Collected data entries

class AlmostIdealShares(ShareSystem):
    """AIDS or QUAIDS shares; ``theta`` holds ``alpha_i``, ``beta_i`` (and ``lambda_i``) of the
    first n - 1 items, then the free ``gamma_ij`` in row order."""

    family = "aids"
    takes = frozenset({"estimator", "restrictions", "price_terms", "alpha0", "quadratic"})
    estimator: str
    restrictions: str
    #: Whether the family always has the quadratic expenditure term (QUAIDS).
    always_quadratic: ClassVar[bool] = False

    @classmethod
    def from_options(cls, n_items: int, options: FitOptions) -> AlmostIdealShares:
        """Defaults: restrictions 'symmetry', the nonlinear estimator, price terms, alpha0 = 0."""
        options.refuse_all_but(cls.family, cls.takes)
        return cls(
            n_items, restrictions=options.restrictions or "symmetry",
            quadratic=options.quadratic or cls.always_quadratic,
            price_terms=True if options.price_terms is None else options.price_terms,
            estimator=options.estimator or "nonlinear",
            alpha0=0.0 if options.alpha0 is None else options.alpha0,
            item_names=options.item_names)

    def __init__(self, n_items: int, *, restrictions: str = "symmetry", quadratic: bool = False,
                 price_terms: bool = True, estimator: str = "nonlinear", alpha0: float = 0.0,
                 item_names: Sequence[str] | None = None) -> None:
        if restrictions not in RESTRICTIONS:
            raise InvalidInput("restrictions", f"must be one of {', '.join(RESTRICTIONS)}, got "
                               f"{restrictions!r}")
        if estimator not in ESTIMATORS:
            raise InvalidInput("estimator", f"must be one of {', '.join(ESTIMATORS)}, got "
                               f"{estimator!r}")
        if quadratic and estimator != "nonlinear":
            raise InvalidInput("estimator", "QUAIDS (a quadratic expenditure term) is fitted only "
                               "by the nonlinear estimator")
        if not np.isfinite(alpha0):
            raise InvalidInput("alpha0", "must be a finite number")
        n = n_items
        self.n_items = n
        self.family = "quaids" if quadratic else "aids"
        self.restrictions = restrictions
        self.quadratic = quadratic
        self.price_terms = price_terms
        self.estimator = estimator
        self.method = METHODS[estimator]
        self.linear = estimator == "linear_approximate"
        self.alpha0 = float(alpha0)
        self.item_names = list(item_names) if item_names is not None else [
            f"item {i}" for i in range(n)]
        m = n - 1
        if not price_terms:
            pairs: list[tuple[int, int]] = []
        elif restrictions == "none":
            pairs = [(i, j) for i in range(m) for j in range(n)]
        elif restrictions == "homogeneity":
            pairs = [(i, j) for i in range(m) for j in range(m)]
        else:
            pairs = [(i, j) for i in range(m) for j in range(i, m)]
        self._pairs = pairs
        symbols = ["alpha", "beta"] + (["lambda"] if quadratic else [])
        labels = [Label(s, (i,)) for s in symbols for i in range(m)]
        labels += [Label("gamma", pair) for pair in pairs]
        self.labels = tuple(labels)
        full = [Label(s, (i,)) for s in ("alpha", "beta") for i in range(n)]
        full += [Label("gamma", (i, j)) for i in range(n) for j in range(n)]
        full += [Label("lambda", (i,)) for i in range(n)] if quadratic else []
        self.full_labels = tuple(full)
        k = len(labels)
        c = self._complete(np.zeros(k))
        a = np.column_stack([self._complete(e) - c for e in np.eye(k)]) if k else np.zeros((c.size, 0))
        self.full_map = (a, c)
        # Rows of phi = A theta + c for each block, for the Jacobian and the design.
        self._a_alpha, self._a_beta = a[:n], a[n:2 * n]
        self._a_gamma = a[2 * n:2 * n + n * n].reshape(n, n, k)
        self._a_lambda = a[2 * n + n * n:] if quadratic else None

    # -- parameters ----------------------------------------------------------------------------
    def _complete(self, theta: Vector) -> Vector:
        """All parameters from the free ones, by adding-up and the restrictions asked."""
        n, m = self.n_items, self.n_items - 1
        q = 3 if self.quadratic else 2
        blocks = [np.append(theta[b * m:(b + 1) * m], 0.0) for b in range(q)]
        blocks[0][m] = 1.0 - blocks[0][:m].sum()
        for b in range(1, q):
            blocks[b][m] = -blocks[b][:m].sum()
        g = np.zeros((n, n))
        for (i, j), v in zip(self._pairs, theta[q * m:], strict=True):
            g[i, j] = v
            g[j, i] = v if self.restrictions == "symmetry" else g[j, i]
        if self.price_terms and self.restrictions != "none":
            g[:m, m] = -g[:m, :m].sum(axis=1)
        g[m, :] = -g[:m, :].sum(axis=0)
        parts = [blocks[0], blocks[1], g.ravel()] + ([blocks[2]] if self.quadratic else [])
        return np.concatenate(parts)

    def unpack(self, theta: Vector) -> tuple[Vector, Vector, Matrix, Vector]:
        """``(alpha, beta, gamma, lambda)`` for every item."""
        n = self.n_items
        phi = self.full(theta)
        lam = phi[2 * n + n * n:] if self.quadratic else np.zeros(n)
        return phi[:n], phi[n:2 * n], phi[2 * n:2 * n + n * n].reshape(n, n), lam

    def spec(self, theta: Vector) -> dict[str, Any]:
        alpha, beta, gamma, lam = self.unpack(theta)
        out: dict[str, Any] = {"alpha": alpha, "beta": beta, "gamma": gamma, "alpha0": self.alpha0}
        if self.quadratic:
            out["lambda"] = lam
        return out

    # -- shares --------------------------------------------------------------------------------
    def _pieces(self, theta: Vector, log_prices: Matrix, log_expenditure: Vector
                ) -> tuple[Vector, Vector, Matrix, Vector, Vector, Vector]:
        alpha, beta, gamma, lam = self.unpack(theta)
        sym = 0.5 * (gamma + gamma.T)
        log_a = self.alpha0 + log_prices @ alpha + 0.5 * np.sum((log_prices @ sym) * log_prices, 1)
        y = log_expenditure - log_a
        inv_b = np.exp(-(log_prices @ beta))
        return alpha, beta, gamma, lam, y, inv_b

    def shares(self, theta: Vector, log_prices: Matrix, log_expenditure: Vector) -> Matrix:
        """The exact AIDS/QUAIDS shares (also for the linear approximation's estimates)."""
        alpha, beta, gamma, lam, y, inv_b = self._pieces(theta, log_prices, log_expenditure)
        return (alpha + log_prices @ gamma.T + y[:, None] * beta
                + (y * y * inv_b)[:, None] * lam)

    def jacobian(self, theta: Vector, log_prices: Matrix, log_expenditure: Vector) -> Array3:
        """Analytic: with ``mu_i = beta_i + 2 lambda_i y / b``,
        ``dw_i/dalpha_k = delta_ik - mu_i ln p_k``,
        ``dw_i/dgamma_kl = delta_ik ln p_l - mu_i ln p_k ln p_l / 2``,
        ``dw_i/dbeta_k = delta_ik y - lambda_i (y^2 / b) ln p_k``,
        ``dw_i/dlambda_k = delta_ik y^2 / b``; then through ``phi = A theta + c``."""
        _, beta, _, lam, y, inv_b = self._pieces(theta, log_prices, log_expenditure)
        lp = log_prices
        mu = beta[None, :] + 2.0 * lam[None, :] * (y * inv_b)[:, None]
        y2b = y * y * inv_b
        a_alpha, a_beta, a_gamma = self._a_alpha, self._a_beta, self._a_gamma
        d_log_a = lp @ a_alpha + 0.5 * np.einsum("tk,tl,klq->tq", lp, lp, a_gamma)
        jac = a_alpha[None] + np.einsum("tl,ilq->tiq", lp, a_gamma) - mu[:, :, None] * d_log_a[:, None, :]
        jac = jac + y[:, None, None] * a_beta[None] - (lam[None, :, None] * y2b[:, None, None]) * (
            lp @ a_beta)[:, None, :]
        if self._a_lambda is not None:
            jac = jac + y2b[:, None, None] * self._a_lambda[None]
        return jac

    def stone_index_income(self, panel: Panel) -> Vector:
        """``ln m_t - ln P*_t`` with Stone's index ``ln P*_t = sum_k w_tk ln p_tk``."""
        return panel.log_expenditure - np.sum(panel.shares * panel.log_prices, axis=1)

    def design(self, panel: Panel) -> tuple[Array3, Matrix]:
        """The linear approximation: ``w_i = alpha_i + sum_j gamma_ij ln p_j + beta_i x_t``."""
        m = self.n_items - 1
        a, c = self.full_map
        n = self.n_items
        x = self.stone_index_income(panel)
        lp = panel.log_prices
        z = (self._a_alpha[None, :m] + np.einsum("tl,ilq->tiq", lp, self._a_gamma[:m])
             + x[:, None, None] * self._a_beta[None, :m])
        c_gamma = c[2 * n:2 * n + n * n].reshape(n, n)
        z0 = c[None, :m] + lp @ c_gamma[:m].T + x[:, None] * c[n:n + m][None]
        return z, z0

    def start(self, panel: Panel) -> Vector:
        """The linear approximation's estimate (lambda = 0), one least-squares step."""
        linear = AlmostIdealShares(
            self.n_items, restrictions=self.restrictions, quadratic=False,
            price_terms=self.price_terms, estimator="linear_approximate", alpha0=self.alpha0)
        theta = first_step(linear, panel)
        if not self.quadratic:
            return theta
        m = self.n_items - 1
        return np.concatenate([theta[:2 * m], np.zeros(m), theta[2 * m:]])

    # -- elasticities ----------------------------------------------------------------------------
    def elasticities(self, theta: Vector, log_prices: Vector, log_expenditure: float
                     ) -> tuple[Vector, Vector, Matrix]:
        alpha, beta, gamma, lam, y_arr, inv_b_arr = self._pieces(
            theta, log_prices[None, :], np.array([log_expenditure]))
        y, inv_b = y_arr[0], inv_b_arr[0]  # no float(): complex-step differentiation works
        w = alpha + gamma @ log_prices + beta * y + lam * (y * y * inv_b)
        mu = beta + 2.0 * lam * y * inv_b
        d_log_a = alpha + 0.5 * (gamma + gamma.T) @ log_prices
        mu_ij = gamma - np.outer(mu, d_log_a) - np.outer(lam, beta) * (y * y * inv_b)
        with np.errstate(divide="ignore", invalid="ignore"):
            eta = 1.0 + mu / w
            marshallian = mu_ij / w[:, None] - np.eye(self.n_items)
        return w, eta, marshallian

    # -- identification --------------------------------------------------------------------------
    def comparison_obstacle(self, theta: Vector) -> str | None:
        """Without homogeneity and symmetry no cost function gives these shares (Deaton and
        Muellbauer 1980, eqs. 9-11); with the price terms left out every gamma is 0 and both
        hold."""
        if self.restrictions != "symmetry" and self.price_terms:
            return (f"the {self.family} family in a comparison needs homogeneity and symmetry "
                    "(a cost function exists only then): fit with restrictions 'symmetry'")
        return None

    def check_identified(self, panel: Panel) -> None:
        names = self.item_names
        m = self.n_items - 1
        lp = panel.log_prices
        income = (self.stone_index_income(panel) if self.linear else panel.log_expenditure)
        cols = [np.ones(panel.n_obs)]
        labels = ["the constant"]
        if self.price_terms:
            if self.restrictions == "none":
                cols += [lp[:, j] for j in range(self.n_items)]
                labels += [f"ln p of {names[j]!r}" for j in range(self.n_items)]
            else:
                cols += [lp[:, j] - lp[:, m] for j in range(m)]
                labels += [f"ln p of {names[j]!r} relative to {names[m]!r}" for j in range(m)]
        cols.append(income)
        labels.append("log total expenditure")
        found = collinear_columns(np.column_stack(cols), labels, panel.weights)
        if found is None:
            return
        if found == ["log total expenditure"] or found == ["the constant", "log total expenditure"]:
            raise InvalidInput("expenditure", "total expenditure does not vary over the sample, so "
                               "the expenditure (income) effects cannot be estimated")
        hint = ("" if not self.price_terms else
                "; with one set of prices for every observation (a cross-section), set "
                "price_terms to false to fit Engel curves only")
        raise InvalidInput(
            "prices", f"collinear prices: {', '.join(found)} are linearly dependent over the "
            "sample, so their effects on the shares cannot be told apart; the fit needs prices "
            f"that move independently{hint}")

▶ **Task requirements**: Only the lines above from the line containing "jac = jac + y2b[:, None, None]" through the line containing "x = self.stone_index_income(panel)" should be retyped, exactly and with both ends included.

▶ **Your response**:
            jac = jac + y2b[:, None, None] * self._a_lambda[None]
        return jac

    def stone_index_income(self, panel: Panel) -> Vector:
        """``ln m_t - ln P*_t`` with Stone's index ``ln P*_t = sum_k w_tk ln p_tk``."""
        return panel.log_expenditure - np.sum(panel.shares * panel.log_prices, axis=1)

    def design(self, panel: Panel) -> tuple[Array3, Matrix]:
        """The linear approximation: ``w_i = alpha_i + sum_j gamma_ij ln p_j + beta_i x_t``."""
        m = self.n_items - 1
        a, c = self.full_map
        n = self.n_items
        x = self.stone_index_income(panel)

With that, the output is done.